#### WORK ITEM
Look through the data below for the line with "filename lib/prediction/predict-day.ts", and transcribe it exactly together with each line after it up to and including the line with "from lib/forecast). */". Give nothing else.

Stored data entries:
========================
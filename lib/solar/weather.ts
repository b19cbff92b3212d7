/**
 * The bridge from hourly weather (forecast, measurements or a clear-sky fallback) to the cooker model's
 * per-step driving weather on the aperture ({@link WeatherStep}, lib/thermal/types.ts).
 *
 * Conventions (lib/GLOSSARY.md): epoch ms UTC, irradiance [W/m²], temperatures [°C], wind [m/s], angles [°].
 */
import type { WeatherStep } from '@/lib/weather-step';
import { DEG_TO_RAD, limitDegrees } from './angles';
import { assertLinkeTurbidityMonthly, clearSkyIneichenPerez2002, linkeTurbidityForMonth } from './clearsky';
import {
  SOLAR_CONSTANT_WM2,
  DEFAULT_GROUND_ALBEDO,
  TRACKING_MODES,
  apertureIrradianceWm2,
  cloudFactorKastenCzeplak1980,
  decomposeErbs1982,
  meanCosZenithOverHourAngles,
  type TrackingMode,
} from './irradiance';
import { DEFAULT_DELTA_T_S, SOLAR_POSITION_MODELS, solarPositionNoaa, solarPositionsSpaFast, type SolarPositionModel } from './position';

/** A kitchen's place. */
export interface Site {
  /** [°], positive north. */
  latitudeDeg: number;
  /** [°], positive east. */
  longitudeDeg: number;
  /** Elevation above sea level [m]. */
  altitudeM: number;
  /** Optional 12 monthly Linke turbidity values, January … December [–]. */
  linkeTurbidity?: number[];
}

/**
 * One hour of weather. Values describe the hour [t, t + 1 h): irradiances are hour means, temperature and
 * wind are representative of the hour (they are placed at mid-hour for interpolation).
 */
export interface HourlyWeather {
  /** Start of the hour [epoch ms UTC]. */
  t: number;
  /** Global horizontal irradiance [W/m²]. */
  ghiWm2?: number;
  /** Direct normal irradiance [W/m²]. */
  dniWm2?: number;
  /** Diffuse horizontal irradiance [W/m²]. */
  dhiWm2?: number;
  /** Total cloud cover [okta], 0–8. */
  cloudOkta?: number;
  /** Air temperature [°C]. */
  tAirC: number;
  /** Wind speed [m/s]. */
  windMS?: number;
}

/** The cooker's aperture. */
export interface ApertureGeometry {
  tracking: TrackingMode;
  /** Slope of a fixed aperture from horizontal [°] (ignored when tracking). */
  tiltDeg: number;
  /** Azimuth of a fixed aperture, eastward from north [°] (ignored when tracking). */
  surfaceAzimuthDeg: number;
  /** true for concentrators (beam only), false for box cookers (beam + diffuse + ground). */
  beamOnly: boolean;
  /** Ground reflectance [–]; default 0.2. */
  groundAlbedo?: number;
}

/** Options of {@link resolveWeatherToAperture} and {@link clearSkyHourly}. */
export interface SolarOptions {
  /** Solar position model; default 'spa' (fast interpolated SPA). */
  solarModel?: SolarPositionModel;
  /** ΔT = TT − UT1 [s] for SPA; default 69. */
  deltaTS?: number;
}
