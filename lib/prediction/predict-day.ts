import { resolveWeatherToAperture, type ApertureGeometry, type HourlyWeather, type Site } from '@/lib/solar';
import { boilingPointAtAltitudeC, simulateCooker, simulateCookerSummary, type CookerSpec, type PotLoad, type SimulationResult, type WeatherStep } from '@/lib/thermal';
import { addDays, zonedDayBoundsMs, zonedTimeToUtcMs } from '@/lib/time';
import { fillWithClearSky } from './weather-fill';

export type WeatherSource = 'forecast' | 'stale-forecast' | 'upload' | 'clear-sky';

/** Where the weather of a prediction comes from and how old it is (passed through from lib/forecast). */
export interface WeatherMeta {
  source: WeatherSource;
  /** When the forecast was issued / fetched (ISO 8601); null for the clear-sky fallback. */
  issuedAt: string | null;
  fetchedAt: string | null;
  /** Age of the forecast when asked [s]; null for the clear-sky fallback. */
  ageS: number | null;
  /** A sentence on the fallback in use, if any. */
  note: string | null;
}

export interface DayPredictionInput {
  site: Site;
  timeZone: string;
  /** Local date YYYY-MM-DD. */
  date: string;
  spec: CookerSpec;
  geometry: ApertureGeometry;
  /**
   * Hourly weather for the day before and the day (for spin-up), each hour starting on a whole UTC hour;
   * missing hours (or all, when absent) are filled with clear sky × clearness.
   */
  hourly?: HourlyWeather[];
  /** Source and age of `hourly`; default 'forecast' with hours, 'clear-sky' without. */
  weather?: WeatherMeta;
  /** Store temperature at local midnight [°C]; when absent, the store is spun up over the previous day. */
  initialStoreTempC?: number;
  /** Batches; when absent, one reference batch of water in the first pot shows when a pot gets hot. */
  loads?: PotLoad[];
  /** Scale of clear-sky irradiance where no forecast exists: one value or 12 monthly values [0–1]; default 1. */
  clearness?: number | readonly number[];
  /** Output resolution of the series [min]; default 10. */
  outputStepMin?: number;
}

export interface DayPrediction {
  date: string;
  source: WeatherSource;
  /** Source and age of the weather, and how many hours were filled with clear sky (in the day, and in all). */
  weather: WeatherMeta & { filledHours: number; filledHoursInDay: number };
  /** Output series at outputStepMin resolution. */
  series: { t: number[]; storeTempC: number[]; potTempC: Record<string, (number | null)[]>; charge: number[]; gApertureWm2: number[]; tAirC: number[] };
  loads: SimulationResult['loads'];
  events: SimulationResult['events'];
  balance: SimulationResult['balance'];
  initialStoreTempC: number;
  referenceLoad: PotLoad | null;
  boilingPointC: number;
}

const STEP_S = 60;

export interface PreparedDay {
  source: WeatherSource;
  /** Source and age of the weather, and how many hours were filled with clear sky. */
  weather: WeatherMeta & { filledHours: number; filledHoursInDay: number };
  /** 60-s aperture steps over the local day. */
  steps: WeatherStep[];
  /** Store temperature at local midnight [°C] (given, or from the one-day spin-up). */
  initialStoreTempC: number;
}

/**
 * The local day's aperture weather and the store's midnight temperature: the common first half of
 * a prediction and of a plan. Missing hours are filled with clear sky × clearness. Without a
 * starting temperature the store is simulated over the previous day from its lowest useful
 * temperature (a one-day spin-up), so the morning state follows from yesterday's sun.
 */
export function prepareDay(input: Pick<DayPredictionInput, 'site' | 'timeZone' | 'date' | 'spec' | 'geometry' | 'hourly' | 'weather' | 'initialStoreTempC' | 'clearness'>): PreparedDay {
  const [dayStart, dayEnd] = zonedDayBoundsMs(input.date, input.timeZone);
  const prevStart = zonedDayBoundsMs(addDays(input.date, -1), input.timeZone)[0];
  const given = input.hourly ?? [];
  const { hourly, filledMs } = fillWithClearSky(input.site, prevStart - 3_600_000, dayEnd + 3_600_000, given, input.clearness ?? 1);
  const filledHoursInDay = filledMs.filter((t) => t + 3_600_000 > dayStart && t < dayEnd).length;
  const hoursInDay = Math.ceil(dayEnd / 3_600_000) - Math.floor(dayStart / 3_600_000);
  let meta: WeatherMeta = input.weather ?? { source: given.length ? 'forecast' : 'clear-sky', issuedAt: null, fetchedAt: null, ageS: null, note: null };
  if (meta.source !== 'clear-sky' && filledHoursInDay >= hoursInDay) {
    // Nothing of the given weather falls in the day: say so rather than name a forecast that was not used.
    meta = { source: 'clear-sky', issuedAt: null, fetchedAt: null, ageS: null, note: 'The weather given does not cover this day; clear sky × clearness is used.' };
  }
  const all = resolveWeatherToAperture(input.site, input.geometry, hourly, STEP_S);
  const firstT = all[0]?.t ?? dayStart;
  const from = (ms: number) => Math.max(0, Math.round((ms - firstT) / (STEP_S * 1000)));
  const steps = all.slice(from(dayStart), from(dayEnd));
  if (steps.length < 60) throw new RangeError('hourly: the weather does not cover the requested day');

  let initialStoreTempC = input.initialStoreTempC;
  if (initialStoreTempC === undefined) {
    const prev = all.slice(from(prevStart), from(dayStart));
    if (prev.length >= 60) {
      const spin = simulateCookerSummary(input.spec, prev, { stepS: STEP_S, initialStoreTempC: input.spec.store.minUsefulTempC, altitudeM: input.site.altitudeM });
      initialStoreTempC = spin.finalStoreTempC;
    } else {
      initialStoreTempC = input.spec.store.minUsefulTempC;
    }
  }
  return { source: meta.source, weather: { ...meta, filledHours: filledMs.length, filledHoursInDay }, steps, initialStoreTempC };
}

/**
 * Predicts a cooker's day: weather → aperture irradiance (lib/solar) → store and pot simulation
 * (lib/thermal), minute by minute, returned at a coarser resolution for charts.
 */
export function predictDay(input: DayPredictionInput): DayPrediction {
  const { source, weather, steps: day, initialStoreTempC } = prepareDay(input);

  const boilingPointC = boilingPointAtAltitudeC(input.site.altitudeM);
  let referenceLoad: PotLoad | null = null;
  let loads = input.loads;
  const pot = input.spec.pots[0];
  if (!loads && pot) {
    // Reference batch (common practice, no source): a pot 70 % full of water from 10:00, held near the boil for 30 min.
    referenceLoad = {
      id: 'reference',
      potId: pot.id,
      startMs: zonedTimeToUtcMs(input.date, input.timeZone, 10, 0),
      foodKg: 0,
      foodCpJPerKgK: 3500,
      waterKg: 0.7 * pot.volumeL,
      lidOn: true,
      minTempC: Math.min(90, boilingPointC - 3),
      holdS: 30 * 60,
      maxEndMs: zonedTimeToUtcMs(input.date, input.timeZone, 17, 0),
    };
    loads = [referenceLoad];
  }

  const sim = simulateCooker(input.spec, day, { stepS: STEP_S, initialStoreTempC, altitudeM: input.site.altitudeM, loads: loads ?? [] });
  const every = Math.max(1, Math.round(((input.outputStepMin ?? 10) * 60) / STEP_S));
  const pick = <T,>(a: T[]) => a.filter((_, i) => i % every === 0);
  const potTempC: Record<string, (number | null)[]> = {};
  for (const [id, arr] of Object.entries(sim.series.potTempC)) potTempC[id] = pick(arr).map((v) => (Number.isFinite(v) ? v : null));
  return {
    date: input.date,
    source,
    weather,
    series: {
      t: pick(sim.series.t),
      storeTempC: pick(sim.series.storeTempC),
      potTempC,
      charge: pick(sim.series.charge),
      gApertureWm2: pick(day.map((s) => s.gApertureWm2)),
      tAirC: pick(day.map((s) => s.tAirC)),
    },
    loads: sim.loads,
    events: sim.events,
    balance: sim.balance,
    initialStoreTempC,
    referenceLoad,
    boilingPointC,
  };
}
========================
#### SOLUTION BELOW
filename lib/prediction/predict-day.ts
import { resolveWeatherToAperture, type ApertureGeometry, type HourlyWeather, type Site } from '@/lib/solar';
import { boilingPointAtAltitudeC, simulateCooker, simulateCookerSummary, type CookerSpec, type PotLoad, type SimulationResult, type WeatherStep } from '@/lib/thermal';
import { addDays, zonedDayBoundsMs, zonedTimeToUtcMs } from '@/lib/time';
import { fillWithClearSky } from './weather-fill';

export type WeatherSource = 'forecast' | 'stale-forecast' | 'upload' | 'clear-sky';

/** Where the weather of a prediction comes from and how old it is (passed through from lib/forecast). */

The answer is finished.